For a simple decomposition reaction producing a gas, the equilibrium constant can be expressed as the ratio of the partial pressure of the gas produced to that of a stable phase (as in the case of a solid product, which is typically considered to have a standard pressure). Therefore, \( K_p = \frac{P_{CO_2}}{1} \) for the given reaction simply shows that \( K_p \) is equal to the partial pressure of carbon dioxide at equilibrium. Calculating the partial pressure of gaseous products is crucial in predicting the direction and extent of a reaction under certain conditions.

Decomposition Reaction

A decomposition reaction is a type of chemical reaction where a single compound breaks down into two or more simpler substances. In the example of barium carbonate decomposing into barium oxide and carbon dioxide gas, this process is indicative of a decomposition reaction.
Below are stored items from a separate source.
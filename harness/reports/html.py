"""The HTML report: one self-contained page (:func:`render_html`).

The page needs nothing but itself: no script, font or stylesheet from elsewhere, and every
plot (:mod:`.plots`) embedded as a ``data:`` URI of a PNG image. It shows the tables of
the text report (:func:`.document.document`), the plots of each task (for a task that
draws runs, the mazes, also the picture of one run: :mod:`.run_picture`), the settings
and the notes. The template (``templates/report.html.j2``) is rendered by jinja2 with
autoescaping, so every string from the runs (evolver names, task ids, settings, failure
reasons, sources) is shown as text, never read as markup; text cells and headings pass
through :func:`breakable`, which marks where a long name may break (``<wbr>``).
"""

from __future__ import annotations

import base64
from collections.abc import Sequence
from dataclasses import dataclass

from jinja2 import Environment, PackageLoader, StrictUndefined
from markupsafe import Markup, escape

from neuroyard.records.runs import RunRecord
from neuroyard.reports import plots
from neuroyard.reports.compare import Comparison
from neuroyard.reports.comparison_renderers import (
    NOTES,
    effect_text,
    p_text,
    runs_text,
    settings_text,
)
from neuroyard.reports.document import document, see_above
from neuroyard.reports.report import ReportRow
from neuroyard.reports.run_picture import run_picture
from neuroyard.reports.wrapping import pieces
from neuroyard.tasks import Metric, declared_metrics

_ENV = Environment(
    loader=PackageLoader("neuroyard.reports", "templates"),
    autoescape=True,
    undefined=StrictUndefined,
)


def breakable(text: object) -> Markup:
    """``text`` escaped, with ``<wbr>`` after each run of separators (:mod:`.wrapping`), so
    a browser breaks a long name (``plugins_for_tests:Constant``) there or at a space, never
    inside a word. The template's filter ``breakable``, for every cell and heading of
    text."""
    return Markup("<wbr>").join(escape(piece) for piece in pieces(str(text)))


_ENV.filters["breakable"] = breakable
_ENV.globals["see_above"] = see_above

ECDF_CAPTION = (
    "Fraction of all runs (failed and unsolved ones included) solved within each count of "
    "evaluations, log scale. A run that did not solve never takes its step, so each curve "
    "ends at the success rate."
)
FITNESS_CAPTION = (
    "Median over the runs of the best fitness found so far, against evaluations (log "
    "scale); the band spans the first to the third quartile. A run that ended keeps its "
    "last value. From the generation logs."
)
SIZES_CAPTION = "Hidden nodes and enabled connections of the solutions (solved runs only)."


@dataclass(frozen=True)
class Plot:
    """One embedded image: base64 PNG, alternative text and caption."""

    png: str
    alt: str
    caption: str


@dataclass(frozen=True)
class TaskPlots:
    """The plots of one task, under its label in the report's tables."""

    label: str
    images: tuple[Plot, ...]


def _plot(png: bytes | None, alt: str, caption: str) -> list[Plot]:
    return [] if png is None else [Plot(base64.b64encode(png).decode("ascii"), alt, caption)]


def task_plots(
    task: str, groups: dict[str, Sequence[RunRecord]], metrics: Sequence[Metric]
) -> TaskPlots:
    """Every plot of one task's runs, given as ``{series label: records}``."""
    images = [
        *_plot(
            plots.ecdf_png(groups, task), f"runs solved against evaluations, {task}", ECDF_CAPTION
        ),
        *_plot(
            plots.fitness_png(groups, task),
            f"best fitness against evaluations, {task}",
            FITNESS_CAPTION,
        ),
        *_plot(plots.sizes_png(groups, task), f"sizes of the solutions, {task}", SIZES_CAPTION),
    ]
    for m in metrics:
        caption = f"{m.name}: {m.description} (solved runs only)."
        images += _plot(
            plots.metric_png(groups, task, m), f"{m.name} of the solutions, {task}", caption
        )
    return TaskPlots(task, tuple(images))


def report_plots(
    task: str, groups: dict[str, Sequence[RunRecord]], metrics: Sequence[Metric]
) -> TaskPlots:
    """The plots of one task (:func:`task_plots`) and, where the task draws runs (the
    mazes), the picture of a representative run (:mod:`.run_picture`)."""
    page = task_plots(task, groups, metrics)
    picture = run_picture(groups)
    if picture is None:
        return page
    png, caption = picture
    alt = f"where the evaluations of a run ended and its best network's path, {task}"
    return TaskPlots(task, (*page.images, *_plot(png, alt, caption)))


def render_html(rows: Sequence[ReportRow]) -> str:
    """The HTML page of ``rows``; the plots of fitness against evaluations need the rows'
    records read with their generation logs."""
    doc = document(rows)
    by_task: dict[str, dict[str, Sequence[RunRecord]]] = {}
    metrics: dict[str, Sequence[Metric]] = {}
    for row, (evolver, task) in zip(rows, doc.labels, strict=True):
        by_task.setdefault(task, {})[evolver] = row.records
        metrics.setdefault(task, row.metrics)
    pages = [report_plots(task, groups, metrics[task]) for task, groups in by_task.items()]
    return _ENV.get_template("report.html.j2").render(doc=doc, plots=pages)


def render_comparison_html(comparison: Comparison) -> str:
    """The HTML page of a comparison: per task its table, verdicts and plots of both
    sides (the plots of fitness against evaluations need the runs' generation logs)."""
    sections = []
    for task in comparison.tasks:
        groups = {f"A: {comparison.a}": task.a_runs, f"B: {comparison.b}": task.b_runs}
        metrics = declared_metrics(task.task, task.task_settings)
        cells = [(effect_text(row), p_text(row.p_holm), runs_text(row)) for row in task.rows]
        sections.append(
            {
                "task": task,
                "settings": settings_text(task.task, task.task_settings),
                "rows": list(zip(task.rows, cells, strict=True)),
                "plots": task_plots(task.label, groups, metrics),
            }
        )
    page = _ENV.get_template("comparison.html.j2")
    return page.render(comparison=comparison, sections=sections, notes=NOTES)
These reactions can be influenced by factors such as temperature, pressure, and the presence of a catalyst.

From an educational perspective, it is vital to explore the conditions under which decomposition reactions occur and how they reach equilibrium. The equilibrium state of a decomposition reaction is reached when the rate of the forward reaction (decomposition) equals the rate of the reverse reaction (recombination). By learning about decomposition reactions, students can better understand the practical applications and implications of such changes, especially in industrial processes like the production of lime and cement from limestone or the breakdown of organic matter.